> **Exercise instructions**: Among the records that follow, count the lines where "mean" appears, and state the count by itself.

> **Extracted material**:

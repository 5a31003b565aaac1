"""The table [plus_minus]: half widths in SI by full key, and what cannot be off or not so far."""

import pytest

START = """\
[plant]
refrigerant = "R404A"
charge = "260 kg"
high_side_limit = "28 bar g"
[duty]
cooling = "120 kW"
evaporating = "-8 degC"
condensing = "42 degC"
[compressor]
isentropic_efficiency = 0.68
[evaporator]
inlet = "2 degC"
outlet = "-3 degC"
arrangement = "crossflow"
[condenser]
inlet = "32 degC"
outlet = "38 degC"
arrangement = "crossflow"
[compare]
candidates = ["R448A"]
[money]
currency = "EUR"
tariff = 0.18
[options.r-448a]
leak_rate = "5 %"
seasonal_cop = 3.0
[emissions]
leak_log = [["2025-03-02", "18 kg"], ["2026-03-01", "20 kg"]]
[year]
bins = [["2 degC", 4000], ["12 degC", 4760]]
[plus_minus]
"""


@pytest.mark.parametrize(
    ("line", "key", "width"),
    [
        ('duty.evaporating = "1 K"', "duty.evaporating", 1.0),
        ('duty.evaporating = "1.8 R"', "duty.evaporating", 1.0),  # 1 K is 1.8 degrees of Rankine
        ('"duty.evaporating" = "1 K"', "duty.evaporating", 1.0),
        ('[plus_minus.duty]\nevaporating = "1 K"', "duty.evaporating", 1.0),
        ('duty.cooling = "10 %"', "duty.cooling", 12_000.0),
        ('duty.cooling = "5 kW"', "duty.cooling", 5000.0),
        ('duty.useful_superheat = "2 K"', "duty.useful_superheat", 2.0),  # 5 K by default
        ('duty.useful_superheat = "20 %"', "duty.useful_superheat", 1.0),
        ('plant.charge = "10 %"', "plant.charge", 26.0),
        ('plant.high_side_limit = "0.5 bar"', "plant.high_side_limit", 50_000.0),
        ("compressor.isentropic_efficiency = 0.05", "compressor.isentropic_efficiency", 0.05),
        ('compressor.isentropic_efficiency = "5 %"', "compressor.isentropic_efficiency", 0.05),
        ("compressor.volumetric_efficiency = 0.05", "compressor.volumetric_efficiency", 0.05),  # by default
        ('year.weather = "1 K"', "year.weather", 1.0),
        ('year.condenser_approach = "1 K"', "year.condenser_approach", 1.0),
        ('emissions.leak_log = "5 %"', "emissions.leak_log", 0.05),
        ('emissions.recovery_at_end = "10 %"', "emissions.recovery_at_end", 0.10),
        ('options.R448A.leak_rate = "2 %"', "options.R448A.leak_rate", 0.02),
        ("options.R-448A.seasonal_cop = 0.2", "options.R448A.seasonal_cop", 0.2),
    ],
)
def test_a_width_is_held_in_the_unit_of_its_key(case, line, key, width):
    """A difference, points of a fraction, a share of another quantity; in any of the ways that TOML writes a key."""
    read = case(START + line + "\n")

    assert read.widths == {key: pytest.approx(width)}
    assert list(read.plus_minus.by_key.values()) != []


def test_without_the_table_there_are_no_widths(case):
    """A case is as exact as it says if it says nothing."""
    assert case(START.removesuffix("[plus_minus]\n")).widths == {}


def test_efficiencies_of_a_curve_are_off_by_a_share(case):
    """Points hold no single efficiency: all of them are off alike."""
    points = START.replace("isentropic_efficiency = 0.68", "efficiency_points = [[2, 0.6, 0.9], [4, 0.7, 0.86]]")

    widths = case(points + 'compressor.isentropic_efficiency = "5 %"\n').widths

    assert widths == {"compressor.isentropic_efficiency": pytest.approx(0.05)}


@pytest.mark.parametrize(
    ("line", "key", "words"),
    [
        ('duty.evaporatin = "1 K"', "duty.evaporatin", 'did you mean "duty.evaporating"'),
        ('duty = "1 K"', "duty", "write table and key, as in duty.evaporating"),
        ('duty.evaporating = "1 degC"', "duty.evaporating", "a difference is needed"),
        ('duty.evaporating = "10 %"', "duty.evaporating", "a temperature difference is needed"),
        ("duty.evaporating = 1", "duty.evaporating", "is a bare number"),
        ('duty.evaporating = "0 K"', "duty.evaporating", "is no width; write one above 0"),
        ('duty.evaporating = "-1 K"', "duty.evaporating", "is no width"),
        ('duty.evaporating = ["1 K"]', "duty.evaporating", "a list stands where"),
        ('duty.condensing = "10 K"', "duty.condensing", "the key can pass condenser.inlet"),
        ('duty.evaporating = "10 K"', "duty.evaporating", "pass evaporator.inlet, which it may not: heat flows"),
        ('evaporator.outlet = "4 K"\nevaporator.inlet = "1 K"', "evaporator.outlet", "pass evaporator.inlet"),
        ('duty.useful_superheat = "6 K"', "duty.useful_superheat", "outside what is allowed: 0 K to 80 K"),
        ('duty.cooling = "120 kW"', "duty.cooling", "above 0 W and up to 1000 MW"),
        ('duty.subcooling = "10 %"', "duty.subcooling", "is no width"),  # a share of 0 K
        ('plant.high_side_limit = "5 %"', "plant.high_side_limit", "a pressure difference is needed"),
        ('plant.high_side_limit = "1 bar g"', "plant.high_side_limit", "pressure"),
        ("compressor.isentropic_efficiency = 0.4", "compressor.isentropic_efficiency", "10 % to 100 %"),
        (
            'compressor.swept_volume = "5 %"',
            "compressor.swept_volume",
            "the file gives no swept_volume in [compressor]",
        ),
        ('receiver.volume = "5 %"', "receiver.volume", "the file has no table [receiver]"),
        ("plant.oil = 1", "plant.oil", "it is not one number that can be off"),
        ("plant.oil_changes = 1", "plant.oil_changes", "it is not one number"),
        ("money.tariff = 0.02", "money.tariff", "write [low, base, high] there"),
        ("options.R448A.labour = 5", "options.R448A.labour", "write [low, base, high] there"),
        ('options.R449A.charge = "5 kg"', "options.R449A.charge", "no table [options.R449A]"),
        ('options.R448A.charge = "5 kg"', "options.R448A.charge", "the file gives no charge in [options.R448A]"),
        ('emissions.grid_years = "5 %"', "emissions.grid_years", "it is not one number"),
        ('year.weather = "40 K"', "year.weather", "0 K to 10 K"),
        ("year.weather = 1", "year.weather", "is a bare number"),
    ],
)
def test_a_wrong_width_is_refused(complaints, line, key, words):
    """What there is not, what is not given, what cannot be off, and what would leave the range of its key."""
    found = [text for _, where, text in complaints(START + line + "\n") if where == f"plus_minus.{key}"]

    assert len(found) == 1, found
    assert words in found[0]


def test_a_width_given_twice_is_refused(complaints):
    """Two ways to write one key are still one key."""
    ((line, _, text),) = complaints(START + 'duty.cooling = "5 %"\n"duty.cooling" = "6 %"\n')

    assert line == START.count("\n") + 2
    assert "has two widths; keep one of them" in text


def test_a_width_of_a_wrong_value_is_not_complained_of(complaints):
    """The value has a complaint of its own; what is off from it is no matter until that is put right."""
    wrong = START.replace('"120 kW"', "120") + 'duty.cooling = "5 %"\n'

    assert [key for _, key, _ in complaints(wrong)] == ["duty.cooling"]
==
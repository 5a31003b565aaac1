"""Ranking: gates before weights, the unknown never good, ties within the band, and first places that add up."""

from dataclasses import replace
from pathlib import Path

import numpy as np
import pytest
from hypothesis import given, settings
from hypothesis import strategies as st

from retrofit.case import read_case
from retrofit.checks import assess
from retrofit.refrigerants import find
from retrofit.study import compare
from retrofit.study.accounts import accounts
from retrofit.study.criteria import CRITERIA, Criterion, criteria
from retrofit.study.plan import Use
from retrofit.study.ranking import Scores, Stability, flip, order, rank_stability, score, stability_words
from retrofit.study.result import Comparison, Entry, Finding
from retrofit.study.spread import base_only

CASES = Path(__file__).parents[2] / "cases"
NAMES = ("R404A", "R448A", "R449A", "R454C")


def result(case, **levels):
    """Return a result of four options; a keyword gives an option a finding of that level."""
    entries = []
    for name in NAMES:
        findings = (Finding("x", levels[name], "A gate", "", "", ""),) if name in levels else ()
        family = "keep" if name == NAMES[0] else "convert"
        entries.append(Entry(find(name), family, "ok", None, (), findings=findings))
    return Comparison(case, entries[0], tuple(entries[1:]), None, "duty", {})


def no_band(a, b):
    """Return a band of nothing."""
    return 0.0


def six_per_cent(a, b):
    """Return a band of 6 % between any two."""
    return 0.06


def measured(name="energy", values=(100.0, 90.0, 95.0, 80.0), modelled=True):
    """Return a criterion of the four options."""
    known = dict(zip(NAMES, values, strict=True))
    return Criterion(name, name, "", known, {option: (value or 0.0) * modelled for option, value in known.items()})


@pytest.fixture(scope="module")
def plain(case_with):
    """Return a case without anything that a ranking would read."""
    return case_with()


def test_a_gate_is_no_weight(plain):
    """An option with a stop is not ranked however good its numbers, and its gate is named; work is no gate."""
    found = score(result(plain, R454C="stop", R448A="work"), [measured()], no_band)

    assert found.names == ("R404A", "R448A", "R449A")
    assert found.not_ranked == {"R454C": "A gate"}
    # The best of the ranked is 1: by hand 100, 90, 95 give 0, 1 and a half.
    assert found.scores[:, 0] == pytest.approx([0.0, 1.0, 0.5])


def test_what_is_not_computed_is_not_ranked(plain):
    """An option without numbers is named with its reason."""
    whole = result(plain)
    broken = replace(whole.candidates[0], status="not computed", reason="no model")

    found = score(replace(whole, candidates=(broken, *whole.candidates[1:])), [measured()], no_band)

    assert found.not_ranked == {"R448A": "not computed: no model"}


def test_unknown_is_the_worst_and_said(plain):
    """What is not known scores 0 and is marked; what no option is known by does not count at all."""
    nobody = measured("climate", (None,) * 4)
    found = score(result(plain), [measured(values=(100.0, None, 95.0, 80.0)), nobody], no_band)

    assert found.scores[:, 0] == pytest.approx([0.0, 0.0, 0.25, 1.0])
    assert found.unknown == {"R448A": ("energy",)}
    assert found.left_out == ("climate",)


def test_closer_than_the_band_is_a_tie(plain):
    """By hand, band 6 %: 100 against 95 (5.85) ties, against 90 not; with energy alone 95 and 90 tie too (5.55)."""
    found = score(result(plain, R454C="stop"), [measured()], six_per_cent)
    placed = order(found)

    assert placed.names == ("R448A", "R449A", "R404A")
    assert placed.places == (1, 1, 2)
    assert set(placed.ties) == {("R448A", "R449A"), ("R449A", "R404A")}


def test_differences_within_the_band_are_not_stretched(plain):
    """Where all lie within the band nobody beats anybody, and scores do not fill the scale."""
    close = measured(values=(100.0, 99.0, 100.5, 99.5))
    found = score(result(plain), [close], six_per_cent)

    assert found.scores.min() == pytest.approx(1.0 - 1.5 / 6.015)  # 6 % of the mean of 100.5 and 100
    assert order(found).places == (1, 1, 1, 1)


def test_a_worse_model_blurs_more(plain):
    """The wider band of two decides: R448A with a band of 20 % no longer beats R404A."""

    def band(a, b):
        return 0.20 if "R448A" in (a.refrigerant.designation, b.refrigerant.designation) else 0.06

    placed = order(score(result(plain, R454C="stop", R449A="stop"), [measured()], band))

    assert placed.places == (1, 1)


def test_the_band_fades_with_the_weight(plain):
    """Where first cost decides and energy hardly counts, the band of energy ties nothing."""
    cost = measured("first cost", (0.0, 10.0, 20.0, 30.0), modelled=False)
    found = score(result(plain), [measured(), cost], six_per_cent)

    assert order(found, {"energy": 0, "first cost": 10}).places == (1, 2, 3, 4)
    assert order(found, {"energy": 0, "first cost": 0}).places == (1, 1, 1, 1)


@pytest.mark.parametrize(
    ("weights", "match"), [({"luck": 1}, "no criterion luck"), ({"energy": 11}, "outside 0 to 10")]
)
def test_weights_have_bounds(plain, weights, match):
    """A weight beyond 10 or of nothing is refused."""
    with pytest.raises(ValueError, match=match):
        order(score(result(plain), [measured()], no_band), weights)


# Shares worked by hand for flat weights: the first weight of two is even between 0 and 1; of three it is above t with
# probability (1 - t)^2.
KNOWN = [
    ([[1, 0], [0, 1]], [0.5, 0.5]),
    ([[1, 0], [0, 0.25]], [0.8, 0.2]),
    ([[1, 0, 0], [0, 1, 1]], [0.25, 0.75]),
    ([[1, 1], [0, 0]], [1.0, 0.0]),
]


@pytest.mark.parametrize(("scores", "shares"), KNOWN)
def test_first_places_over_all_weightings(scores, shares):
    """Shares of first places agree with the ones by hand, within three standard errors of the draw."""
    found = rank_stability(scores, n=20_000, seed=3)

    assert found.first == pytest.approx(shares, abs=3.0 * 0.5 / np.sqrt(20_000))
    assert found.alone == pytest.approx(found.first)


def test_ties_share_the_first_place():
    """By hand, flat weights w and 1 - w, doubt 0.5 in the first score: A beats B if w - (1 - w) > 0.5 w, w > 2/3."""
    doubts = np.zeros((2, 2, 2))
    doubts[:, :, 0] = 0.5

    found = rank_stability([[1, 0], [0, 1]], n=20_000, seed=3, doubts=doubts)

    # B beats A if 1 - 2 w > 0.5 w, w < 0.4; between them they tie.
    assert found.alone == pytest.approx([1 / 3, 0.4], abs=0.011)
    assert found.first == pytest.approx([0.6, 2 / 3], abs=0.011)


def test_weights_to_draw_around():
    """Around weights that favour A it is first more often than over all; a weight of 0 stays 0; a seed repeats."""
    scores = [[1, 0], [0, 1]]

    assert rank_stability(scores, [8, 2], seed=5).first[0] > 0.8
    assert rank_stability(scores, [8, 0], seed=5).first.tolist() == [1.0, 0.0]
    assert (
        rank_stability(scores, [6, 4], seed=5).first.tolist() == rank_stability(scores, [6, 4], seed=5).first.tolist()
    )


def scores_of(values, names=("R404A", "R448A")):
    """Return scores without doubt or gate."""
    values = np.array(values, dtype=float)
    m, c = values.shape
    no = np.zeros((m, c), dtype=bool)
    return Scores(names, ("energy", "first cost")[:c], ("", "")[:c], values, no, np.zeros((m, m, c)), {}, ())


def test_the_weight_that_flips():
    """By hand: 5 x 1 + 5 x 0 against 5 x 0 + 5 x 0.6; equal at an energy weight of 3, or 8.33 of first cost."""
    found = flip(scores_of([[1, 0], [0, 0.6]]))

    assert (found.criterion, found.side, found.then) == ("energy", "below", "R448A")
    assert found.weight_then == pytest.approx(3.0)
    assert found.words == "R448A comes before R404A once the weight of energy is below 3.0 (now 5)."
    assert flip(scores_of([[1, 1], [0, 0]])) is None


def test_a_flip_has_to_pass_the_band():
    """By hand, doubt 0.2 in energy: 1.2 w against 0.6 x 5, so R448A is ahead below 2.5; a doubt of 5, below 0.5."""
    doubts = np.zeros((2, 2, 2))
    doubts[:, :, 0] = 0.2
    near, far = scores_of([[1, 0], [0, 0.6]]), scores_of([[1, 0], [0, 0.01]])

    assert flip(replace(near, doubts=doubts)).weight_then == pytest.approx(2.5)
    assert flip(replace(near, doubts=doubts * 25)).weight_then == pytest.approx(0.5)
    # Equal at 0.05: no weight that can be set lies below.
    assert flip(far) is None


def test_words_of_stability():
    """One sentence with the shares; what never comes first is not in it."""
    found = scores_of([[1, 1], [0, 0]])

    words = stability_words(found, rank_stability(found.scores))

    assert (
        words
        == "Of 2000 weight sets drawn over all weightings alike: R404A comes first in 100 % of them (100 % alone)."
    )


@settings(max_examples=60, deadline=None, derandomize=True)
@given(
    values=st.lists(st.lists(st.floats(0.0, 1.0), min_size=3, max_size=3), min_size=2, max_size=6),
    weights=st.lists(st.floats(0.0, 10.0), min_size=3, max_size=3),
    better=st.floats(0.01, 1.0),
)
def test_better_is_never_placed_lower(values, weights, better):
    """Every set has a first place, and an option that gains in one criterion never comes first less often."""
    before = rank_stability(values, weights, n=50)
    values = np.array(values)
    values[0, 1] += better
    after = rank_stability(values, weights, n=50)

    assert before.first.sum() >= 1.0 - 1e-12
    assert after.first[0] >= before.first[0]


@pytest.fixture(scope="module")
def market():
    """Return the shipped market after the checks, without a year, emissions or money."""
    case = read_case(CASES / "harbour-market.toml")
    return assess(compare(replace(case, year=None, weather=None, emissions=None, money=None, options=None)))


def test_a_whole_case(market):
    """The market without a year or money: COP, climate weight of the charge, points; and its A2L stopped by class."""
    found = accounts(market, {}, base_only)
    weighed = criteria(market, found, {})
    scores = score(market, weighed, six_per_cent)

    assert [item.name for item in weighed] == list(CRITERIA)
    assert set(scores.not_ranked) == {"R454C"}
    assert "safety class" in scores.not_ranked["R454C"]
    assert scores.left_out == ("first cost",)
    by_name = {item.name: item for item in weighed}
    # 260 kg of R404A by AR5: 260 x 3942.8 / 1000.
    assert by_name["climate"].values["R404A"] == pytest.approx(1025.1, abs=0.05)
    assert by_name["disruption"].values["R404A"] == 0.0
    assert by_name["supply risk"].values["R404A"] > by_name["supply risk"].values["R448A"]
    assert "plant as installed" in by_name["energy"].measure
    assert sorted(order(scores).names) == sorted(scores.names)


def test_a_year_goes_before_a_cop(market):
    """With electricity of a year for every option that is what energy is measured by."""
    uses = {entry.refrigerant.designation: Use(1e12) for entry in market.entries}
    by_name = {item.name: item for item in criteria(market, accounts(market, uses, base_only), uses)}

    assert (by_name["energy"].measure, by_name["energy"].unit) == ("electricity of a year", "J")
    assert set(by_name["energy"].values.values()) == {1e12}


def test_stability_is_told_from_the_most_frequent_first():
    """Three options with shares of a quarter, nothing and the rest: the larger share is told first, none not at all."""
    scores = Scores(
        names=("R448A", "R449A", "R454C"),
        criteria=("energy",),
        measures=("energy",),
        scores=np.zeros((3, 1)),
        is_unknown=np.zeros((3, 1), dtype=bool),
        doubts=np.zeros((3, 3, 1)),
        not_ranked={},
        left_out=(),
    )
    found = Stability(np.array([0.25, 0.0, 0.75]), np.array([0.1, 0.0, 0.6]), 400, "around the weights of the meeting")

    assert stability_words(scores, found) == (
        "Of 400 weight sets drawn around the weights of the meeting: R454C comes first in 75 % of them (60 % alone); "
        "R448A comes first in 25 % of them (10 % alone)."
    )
--
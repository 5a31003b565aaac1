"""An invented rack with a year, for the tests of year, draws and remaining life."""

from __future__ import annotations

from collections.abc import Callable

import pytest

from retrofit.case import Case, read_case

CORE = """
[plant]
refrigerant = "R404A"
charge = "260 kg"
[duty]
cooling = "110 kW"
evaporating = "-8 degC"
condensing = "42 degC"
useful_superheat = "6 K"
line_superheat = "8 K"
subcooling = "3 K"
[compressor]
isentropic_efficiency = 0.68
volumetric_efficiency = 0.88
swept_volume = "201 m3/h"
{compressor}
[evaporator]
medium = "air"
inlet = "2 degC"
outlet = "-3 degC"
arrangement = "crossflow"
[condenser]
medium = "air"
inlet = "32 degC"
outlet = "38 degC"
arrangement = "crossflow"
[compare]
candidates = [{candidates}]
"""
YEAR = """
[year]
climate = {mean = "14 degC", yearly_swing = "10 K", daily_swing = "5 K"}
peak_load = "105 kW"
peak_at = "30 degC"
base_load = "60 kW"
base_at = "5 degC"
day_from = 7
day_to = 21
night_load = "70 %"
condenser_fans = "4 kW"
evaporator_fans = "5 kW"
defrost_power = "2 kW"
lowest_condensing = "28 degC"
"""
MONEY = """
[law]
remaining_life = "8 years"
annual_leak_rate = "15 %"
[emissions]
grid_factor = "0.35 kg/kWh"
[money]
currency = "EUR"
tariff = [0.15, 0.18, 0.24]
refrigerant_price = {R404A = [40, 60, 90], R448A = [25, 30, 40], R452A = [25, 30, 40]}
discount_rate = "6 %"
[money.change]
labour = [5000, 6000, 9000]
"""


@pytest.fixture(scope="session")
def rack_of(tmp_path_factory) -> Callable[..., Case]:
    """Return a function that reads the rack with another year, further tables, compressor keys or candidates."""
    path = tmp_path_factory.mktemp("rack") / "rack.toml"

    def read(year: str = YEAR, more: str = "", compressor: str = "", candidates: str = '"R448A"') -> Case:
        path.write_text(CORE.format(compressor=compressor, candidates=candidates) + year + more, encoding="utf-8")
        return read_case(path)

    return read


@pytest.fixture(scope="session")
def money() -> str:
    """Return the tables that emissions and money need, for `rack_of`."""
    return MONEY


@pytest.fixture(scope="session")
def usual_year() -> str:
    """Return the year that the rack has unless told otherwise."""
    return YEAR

> **Expected output**: 3